Posted: February 27, 2019
If you have an older gas furnace, your heating unit relies on a little blue flame known as a pilot light to ensure ignition of the burners. Water heaters, gas fireplaces and old gas stoves also often have similar pilot lights. If your furnace has a round knob on the gas valve with the words OFF/ON/PILOT, you have what’s known as a standing pilot ignition.
As you probably know from experience, the biggest drawback to pilot lights is that they will get extinguished at times, causing you to lose your heat. Common reasons include a nearby draft, dirt buildup, or a malfunctioning thermocouple.
Another pilot light drawback is energy waste. Since the pilot light needs to remain active, your furnace is always consuming some gas. It’s not a lot—usually just a few therms of gas a month—but that obviously adds up over time.

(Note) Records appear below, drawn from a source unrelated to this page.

// Where the step is missing that should load a latch, no row of the frame stage is at fault.
static void latch_that_is_not_loaded(void **test)
{
	(void)test;
	struct by_hand *hand = pier(table_direct, table_latched);
	for (uint32_t cell = 3; cell < 6; cell++)
		hand->timeline.asserted[cell] |= NIGHT;
	struct pier_row row = frame_row(hand, 0);
	row.asserted = NIGHT;
	burn_frame(hand, 0, row);
	row = line_row(hand, PICTURE, 2);
	row.step = false;
	burn_line(hand, PICTURE, 2, row);
	struct proofs *proofs = prove_pier(hand);
	assert_fault(proofs, PROOF_CLOSURE, 2, STAGE_LINE, 2, 0xB0, "step is not asserted in this last cell of the line");
	assert_follows(proofs, PROOF_SIGNALS, "night is low, expected high; this may follow from the earlier fault under closure");
	assert_int_equal(proofs->proof[PROOF_SIGNALS].counterexample.cell, 3);
	end(hand, proofs);
}

// Spare rows, what is passed through and the bits that are not wired may hold any signals.
static void rows_off_the_frame(void **test)
{
	(void)test;
	struct by_hand *hand = pier(async_direct, async_direct);
	hand->images[PIER_LINE].bytes[3] ^= 0x68; // step, sync and blank of the passing row
	hand->images[PIER_LINE].bytes[7] ^= 0x68;
	hand->images[PIER_LINE].bytes[0] ^= 0x87; // unwired
	hand->images[PIER_FRAME].bytes[3] ^= 0x14; // kind and night of the passing row
	hand->images[PIER_FRAME].bytes[1] ^= 0xE3;
	struct proofs *proofs = prove_pier(hand);
	assert_false(proofs_failed(proofs, false));
	end(hand, proofs);
}

// Night in line 0 comes from the row of line 2, at the end of the lap.
static void latch_loaded_by_the_last_line(void **test)
{
	(void)test;
	for (unsigned wrong = 0; wrong < 2; wrong++) {
		struct by_hand *hand = pier(table_latched, table_latched);
		for (uint32_t cell = 0; cell < 3; cell++)
			hand->timeline.asserted[cell] |= NIGHT;
		struct pier_row row = frame_row(hand, 2);
		row.asserted = wrong ? 0 : NIGHT;
		burn_frame(hand, 2, row);
		struct proofs *proofs = prove_pier(hand);
		if (wrong)
			assert_fault(proofs, PROOF_SIGNALS, 0, STAGE_FRAME, 2, 0xE8, "night is low, expected high");
		else
			assert_false(proofs_failed(proofs, false));
		end(hand, proofs);
	}
}

// Three lines of one cell each: each steps, the first too.
static void lines_of_one_cell(void **test)
{
	(void)test;
	for (unsigned direct = 0; direct < 2; direct++) {
		struct by_hand *hand = pier(direct ? table_direct : table_latched, table_latched);
		uint64_t asserted[3] = {SYNC | BLANK, SYNC | BLANK, SYNC | BLANK};
		hand->types[PICTURE].cells = 1;
		hand->types[PICTURE].ticks = 10;
		hand->timeline.asserted = asserted;
		hand->timeline.cell_count = 3;
		hand->timeline.tick_count = 30;
		for (uint32_t line = 0; line < 3; line++) {
			hand->timeline.lines[line].type = PICTURE;
			hand->timeline.lines[line].first_cell = line;
			burn_frame(hand, line, (struct pier_row){.next = (line + 1) % 3, .kind = PICTURE});
		}
		for (uint32_t h = 0; h < 8; h++)
			burn_line(hand, PICTURE, h, (struct pier_row){.next = 0, .step = true, .asserted = SYNC | BLANK});
		struct proofs *proofs = prove_pier(hand);
		assert_false(proofs_failed(proofs, false));
		assert_int_equal(proofs->closure.start_state, direct ? 0 : 8); // the step latch
		assert_int_equal(proofs->closure.ticks, 30);
		end(hand, proofs);
	}
}

// ---- a line stage whose states are no numbers

// Holds H in every cell of the frame to state[cell of the line], in a field of its own, and burns the rows to suit.
static struct by_hand *held_pier(struct stage_kind line, const uint32_t states[3])
{
	struct by_hand *hand = pier(line, table_direct);
	const size_t field = add_field(hand, "at", 0, 0);
	for (uint32_t cell = 0; cell < 8; cell++)
		set_hold(hand, cell, field, states[cell < 6 ? cell % 3 : cell - 6] & 1);
	for (uint32_t kind = 0; kind < 2; kind++) {
		for (uint32_t h = 0; h < 8; h++) {
			struct pier_row spare = line_row(hand, kind, 7);
			spare.next = states[0];
			burn_line(hand, kind, h, spare);
		}
		for (uint32_t cell = 0; cell < pier_cells(hand, kind); cell++) {
			struct pier_row row = line_row(hand, kind, cell);
			row.next = states[row.next];
			burn_line(hand, kind, states[cell], row);
		}
	}
	return hand;
}

static const uint32_t free_states[3] = {5, 2, 6};

// The start is not known: every line begins in the same state.
static void start_is_found(void **test)
{
	(void)test;
	for (unsigned direct = 0; direct < 2; direct++) {
		struct by_hand *hand = held_pier(direct ? table_direct : table_latched, free_states);
		struct proofs *proofs = prove_pier(hand);
		assert_false(proofs_failed(proofs, false));
		assert_int_equal(proofs->closure.start_state, 5);
		assert_int_equal(proofs->signals.held_comparisons, 8);
		end(hand, proofs);
	}
}

// The way from H 2 to 6 is lost, which nothing else leads to.
static void jump_in_a_line(void **test)
{
	(void)test;
	struct by_hand *hand = held_pier(table_direct, free_states);
	hand->images[PIER_LINE].bytes[2] ^= 0x04; // next 6 becomes 2: for ever
	struct proofs *proofs = prove_pier(hand);
	assert_fault(proofs, PROOF_CLOSURE, 1, STAGE_LINE, 2, 0xF2, "the next H is 0x2, expected 0x6, which nothing else leads to");
	assert_follows(proofs, PROOF_SIGNALS, "blank is high, expected low; this may follow from the earlier fault under closure");
	end(hand, proofs);
	// The last cell hands over to another state than the one in which every line begins.
	hand = held_pier(table_direct, free_states);
	hand->images[PIER_LINE].bytes[8 + 2] ^= 0x02; // next 5 becomes 7
	proofs = prove_pier(hand);
	assert_fault(proofs, PROOF_CLOSURE, 7, STAGE_LINE, 10, 0xFF, "the next H is 0x7 (line 0x000A: 0xFF), expected 0x5");
	end(hand, proofs);
}

// Latched, the last cell's row can not be told from a spare one; but a state that comes again in a line is one too many.
static void state_comes_again(void **test)
{
	(void)test;
	struct by_hand *hand = held_pier(table_latched, free_states);
	hand->images[PIER_LINE].bytes[2] ^= 0x04; // next 6 becomes 2
	struct proofs *proofs = prove_pier(hand);
	assert_fault(proofs, PROOF_CLOSURE, 1, STAGE_LINE, 2, 0xBA, "the next H is 0x2 (line 0x0002: 0xBA), which cell 1 of this line had already");
	end(hand, proofs);
}

// Codes that are read out of the images are those of the cells before the machine went astray: in the second cell of each line H is 1, and
// gate is asserted. The way from H 0 to 1 leads to 2 instead; in what follows, H 0 comes where gate should be.
static void codes_before_a_jump(void **test)
{
	(void)test;
	struct by_hand *hand = pier(table_direct, table_direct);
	const uint64_t gate = add_decoded(hand, "gate", add_field(hand, "code", 1, 0), NULL, 0);
	for (uint32_t cell = 1; cell < 8; cell += 3)
		hand->timeline.asserted[cell] |= gate;
	struct proofs *proofs = prove_pier(hand);
	assert_false(proofs_failed(proofs, false));
	assert_int_equal(proofs->code_counts[3], 1);
	assert_int_equal(proofs->codes[3][0], 1);
	proofs_destroy(proofs);
	struct pier_row row = line_row(hand, PICTURE, 0);
	row.next = 2;
	burn_line(hand, PICTURE, 0, row);
	proofs = prove_pier(hand);
	assert_fault(proofs, PROOF_CLOSURE, 0, STAGE_LINE, 0, 0xD2, "the next H is 0x2, expected 0x1, which nothing else leads to");
	assert_int_equal(proofs->proof[PROOF_SIGNALS].counterexample.cell, 1);
	assert_false(proofs->proof[PROOF_SIGNALS].counterexample.byte_known);
	end(hand, proofs);
}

There is a safety issue as well. Pilot lights can develop problems that cause them to burn inefficiently. When this happens, a small amount of carbon monoxide can be released into your home.
All of these problems are not an issue when you have a modern furnace, which uses electronic ignition instead of an old-fashioned pilot light.
Most furnaces with electronic ignition have a device called a hot surface igniter. This is a small electronic device that receives an electrical current whenever your thermostat calls for heat. The ignition heats up to a temperature that is hot enough to ignite the gas to your burners, and then it shuts off after it has done its job.
Another type of electronic ignition is an intermittent pilot light. It uses a small flame to ignite the burners just like a conventional pilot light. The difference is that the flame is only lit (by an electronic spark) when your furnace is ready for a heating cycle. When the pilot light is not needed, it is completely off, saving you money on gas.